Bright future predicted for Hellovaway

Owen Martin has proved that anything is possible, training four year old mare Hellovaway to her maiden win in the Active Electrical Geelong & Shepparton Young Drivers Challenge at Ballarat.

We're smiling....Stawell harness racing trainer Owen Martin and his talented four year old mare Hellovaway, a winner at her first outing.

We're smiling....Stawell harness racing trainer Owen Martin and his talented four year old mare Hellovaway, a winner at her first outing.

Prior to her first start at Ballarat, Martin was quietly confident she would be able to win, but wasn't expecting her to win as easy.

In a race that was fast paced from the outset, Hellovaway led at the bell and finished strongly to record a winning mile rate of 1.56.7.

Todd McCartney had the drive on the four year old and Martin was full of praise for him as the duo finished 14 metres clear of second placed Margin Call.

Two months ago Martin was struggling to get the trotter to go around corners and now she sits one win from one start.

"Two months ago you wouldn't have wanted her," Martin said.

"We certainly had problems with her early."

Martin had all but given up on the four year old's racing career until one morning she showed promise.

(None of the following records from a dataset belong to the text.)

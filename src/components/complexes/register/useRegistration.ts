import { useMutation } from '@tanstack/react-query';
import { useRef, useState } from 'react';
import { sendJson } from '#src/components/ui/http.ts';
import { queryClient } from '#src/components/ui/query-client.ts';
import type { ComplexInput, ComplexRecord, PreparationInput } from '#src/contracts/complexes.ts';

export interface Registration {
  complex: ComplexInput;
  preparation: PreparationInput | null;
}

/** A key for each thing sent: the same body again is a repeat, a changed one is a new request. */
function useIdempotencyKey() {
  const last = useRef({ body: '', key: '' });
  return (body: unknown): string => {
    const text = JSON.stringify(body);
    if (last.current.body !== text) last.current = { body: text, key: crypto.randomUUID() };
    return last.current.key;
  };
}

/**
 * Registers the complex, then its preparation where one is wanted. When only the second fails, trying again sends
 * only the second: `registered` holds the accession by then.
 */
export function useRegistration(onDone: (accession: string) => void) {
  const [registered, setRegistered] = useState<string | null>(null);
  const complexKey = useIdempotencyKey();
  const preparationKey = useIdempotencyKey();

  const { mutate, isPending, error, reset } = useMutation(
    {
      mutationFn: async ({ complex, preparation }: Registration) => {
        const accession =
          registered ??
          (
            await sendJson<ComplexRecord>('POST', '/api/complexes', complex, {
              idempotencyKey: complexKey(complex),
            })
          ).accession;
        setRegistered(accession);
        if (preparation)
          await sendJson('POST', `/api/complexes/${accession}/preparations`, preparation, {
            idempotencyKey: preparationKey({ accession, ...preparation }),
          });
        return accession;
      },
      onSuccess: onDone,
    },
    queryClient,
  );
  return { register: mutate, isSending: isPending, problem: error, forgetProblem: reset, registered };
}
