import { useState } from 'react';
import { minute } from '#src/components/ui/dates.ts';
import { Panel } from '#src/components/ui/Panel.tsx';
import type { ComplexRecord } from '#src/contracts/complexes.ts';
import { historyText } from './specimen.ts';

const AT_FIRST = 6;

/** What happened to the record, the latest first. */
export function HistoryPanel({ history }: { history: ComplexRecord['history'] }) {
  const [showsAll, setShowsAll] = useState(false);
  const shown = showsAll ? history : history.slice(0, AT_FIRST);
  return (
    <Panel title="History">
      {history.length === 0 && <p className="text-ink-soft">Nothing is recorded.</p>}
      <ol className="flex flex-col gap-1.5">
        {shown.map((entry, i) => (
          <li key={`${entry.at} ${i}`} className="flex flex-wrap gap-x-3">
            <time dateTime={entry.at} className="w-40 flex-none text-xs leading-[21px] text-ink-soft">
              {minute(entry.at)}
            </time>
            <span className="min-w-0 break-words">
              {historyText(entry)}
              {entry.who && <span className="text-ink-soft">, {entry.who}</span>}
            </span>
          </li>
        ))}
      </ol>
      {shown.length < history.length && (
        <button type="button" className="link mt-2 min-h-6 text-xs" onClick={() => setShowsAll(true)}>
          Show all {history.length}
        </button>
      )}
    </Panel>
  );
}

"It just happened overnight. All of a sudden she wanted to run so we worked harder and harder," Martin said.

Hellovaway has been at the Martin stables in Concongella since she was purchased from Peter Craven in September.

"Originally we bought her for breeding purposes, her family just have winners galore," Martin said.

Hellovaway's mother Jilliby Jasmine was a handy racing mare in her prime, chalking up nine wins over a 48 start career.

Martin has every intention of running Hellovaway again at Charlton in two days time and then at Mildura on the weekend in the Vic Bred four year old heats.

"The horse has a bright future ahead of her now," Martin said.

"She has pulled up terrific, and now we are just excited for her next race. The horse has a beautiful nature and is a pleasure to train."

The mare is expected to run in a variety of distances to find where she is best suited, but Martin believes the longer the race goes on the better she will get.